TASK TO CARRY OUT: Retype every entry exactly, character for character.
◆ ◆ ◆ ◆ ◆
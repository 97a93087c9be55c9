using Xunit.Abstractions;

namespace PadPlan.Fuzz;

/// <summary>
/// The fuzz harness: damaged example projects, netlists and parts maps, and inputs at the edges of the limits, through
/// the real command line. Every case must exit 0, 1 or 2 (never 3, an internal fault), keep within 1 GB peak memory and
/// 60 s of CPU time, not hang, leave its input unchanged, and any project it wrote must pass `check`'s reading.
/// </summary>
public sealed class FuzzTests(ITestOutputHelper output)
{
    [Fact]
    public void Damaged_inputs_never_crash_hang_blow_up_or_change_the_input()
    {
        var settings = FuzzSettings.FromEnvironment();
        var summary = new FuzzRunner(settings).Run();
        var report = $"fuzz seed {settings.Seed}: {settings.Cases} cases in {summary.Elapsed.TotalSeconds:0.0} s; exit 0: {summary.Count(0)}, 1: {summary.Count(1)}, 2: {summary.Count(2)}, " +
                     $"other: {summary.Cases.Count(c => c.ExitCode is not (0 or 1 or 2))} (known faults elsewhere: {summary.Known.Count()}); slowest {summary.Slowest.TotalSeconds:0.0} s wall (hang limit {summary.CaseTimeout.TotalSeconds:0} s), " +
                     $"most CPU {summary.MostCpu.TotalSeconds:0.0} s (limit {settings.CpuLimit.TotalSeconds:0} s), most memory {summary.MostMemory / (1024 * 1024)} MB (limit {settings.MemoryLimitBytes / (1024 * 1024)} MB); peak working set of the run {summary.PeakWorkingSet / (1024 * 1024)} MB\n" +
                     string.Join("\n", summary.Edges.Select(e => $"edge: {e.Source}: padplan {e.Command}: {e.Figures()}{(e.Problem is null ? "" : " PROBLEM: " + e.Problem)}"));
        output.WriteLine(report);
        foreach (var known in summary.Known) output.WriteLine($"known fault ({known.Known}): {known}");
        if (Environment.GetEnvironmentVariable("PADPLAN_FUZZ_REPORT") is { } reportFile)
            File.AppendAllText(reportFile, report + "\n" + string.Join("\n", summary.Failures.Concat(summary.Known).Select(f => $"{f} {f.Known}")) + "\n");
        var failures = summary.Failures.ToList();
        Assert.True(failures.Count == 0, $"{failures.Count} case(s) failed:\n" + string.Join("\n", failures.Take(20)));
        Assert.All(summary.Edges.Concat(summary.Cases).Where(c => c.Known is null), c =>
        {
            Assert.True(c.PeakBytes <= settings.MemoryLimitBytes, $"{c}: {c.Figures()}");
            Assert.True(c.Cpu <= settings.CpuLimit, $"{c}: {c.Figures()}");
        });
    }
}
◆ ◆ ◆ ◆ ◆
SOLUTION TO THIS PROBLEM:
repository 97a93087c9be55c9
using Xunit.Abstractions;

namespace PadPlan.Fuzz;

/// <summary>
/// The fuzz harness: damaged example projects, netlists and parts maps, and inputs at the edges of the limits, through
/// the real command line. Every case must exit 0, 1 or 2 (never 3, an internal fault), keep within 1 GB peak memory and
/// 60 s of CPU time, not hang, leave its input unchanged, and any project it wrote must pass `check`'s reading.
/// </summary>
public sealed class FuzzTests(ITestOutputHelper output)
{
    [Fact]
    public void Damaged_inputs_never_crash_hang_blow_up_or_change_the_input()
    {
        var settings = FuzzSettings.FromEnvironment();
        var summary = new FuzzRunner(settings).Run();
        var report = $"fuzz seed {settings.Seed}: {settings.Cases} cases in {summary.Elapsed.TotalSeconds:0.0} s; exit 0: {summary.Count(0)}, 1: {summary.Count(1)}, 2: {summary.Count(2)}, " +
                     $"other: {summary.Cases.Count(c => c.ExitCode is not (0 or 1 or 2))} (known faults elsewhere: {summary.Known.Count()}); slowest {summary.Slowest.TotalSeconds:0.0} s wall (hang limit {summary.CaseTimeout.TotalSeconds:0} s), " +
                     $"most CPU {summary.MostCpu.TotalSeconds:0.0} s (limit {settings.CpuLimit.TotalSeconds:0} s), most memory {summary.MostMemory / (1024 * 1024)} MB (limit {settings.MemoryLimitBytes / (1024 * 1024)} MB); peak working set of the run {summary.PeakWorkingSet / (1024 * 1024)} MB\n" +
                     string.Join("\n", summary.Edges.Select(e => $"edge: {e.Source}: padplan {e.Command}: {e.Figures()}{(e.Problem is null ? "" : " PROBLEM: " + e.Problem)}"));
        output.WriteLine(report);
        foreach (var known in summary.Known) output.WriteLine($"known fault ({known.Known}): {known}");
        if (Environment.GetEnvironmentVariable("PADPLAN_FUZZ_REPORT") is { } reportFile)
            File.AppendAllText(reportFile, report + "\n" + string.Join("\n", summary.Failures.Concat(summary.Known).Select(f => $"{f} {f.Known}")) + "\n");
        var failures = summary.Failures.ToList();
        Assert.True(failures.Count == 0, $"{failures.Count} case(s) failed:\n" + string.Join("\n", failures.Take(20)));
        Assert.All(summary.Edges.Concat(summary.Cases).Where(c => c.Known is null), c =>
        {
            Assert.True(c.PeakBytes <= settings.MemoryLimitBytes, $"{c}: {c.Figures()}");
            Assert.True(c.Cpu <= settings.CpuLimit, $"{c}: {c.Figures()}");
        });
    }
}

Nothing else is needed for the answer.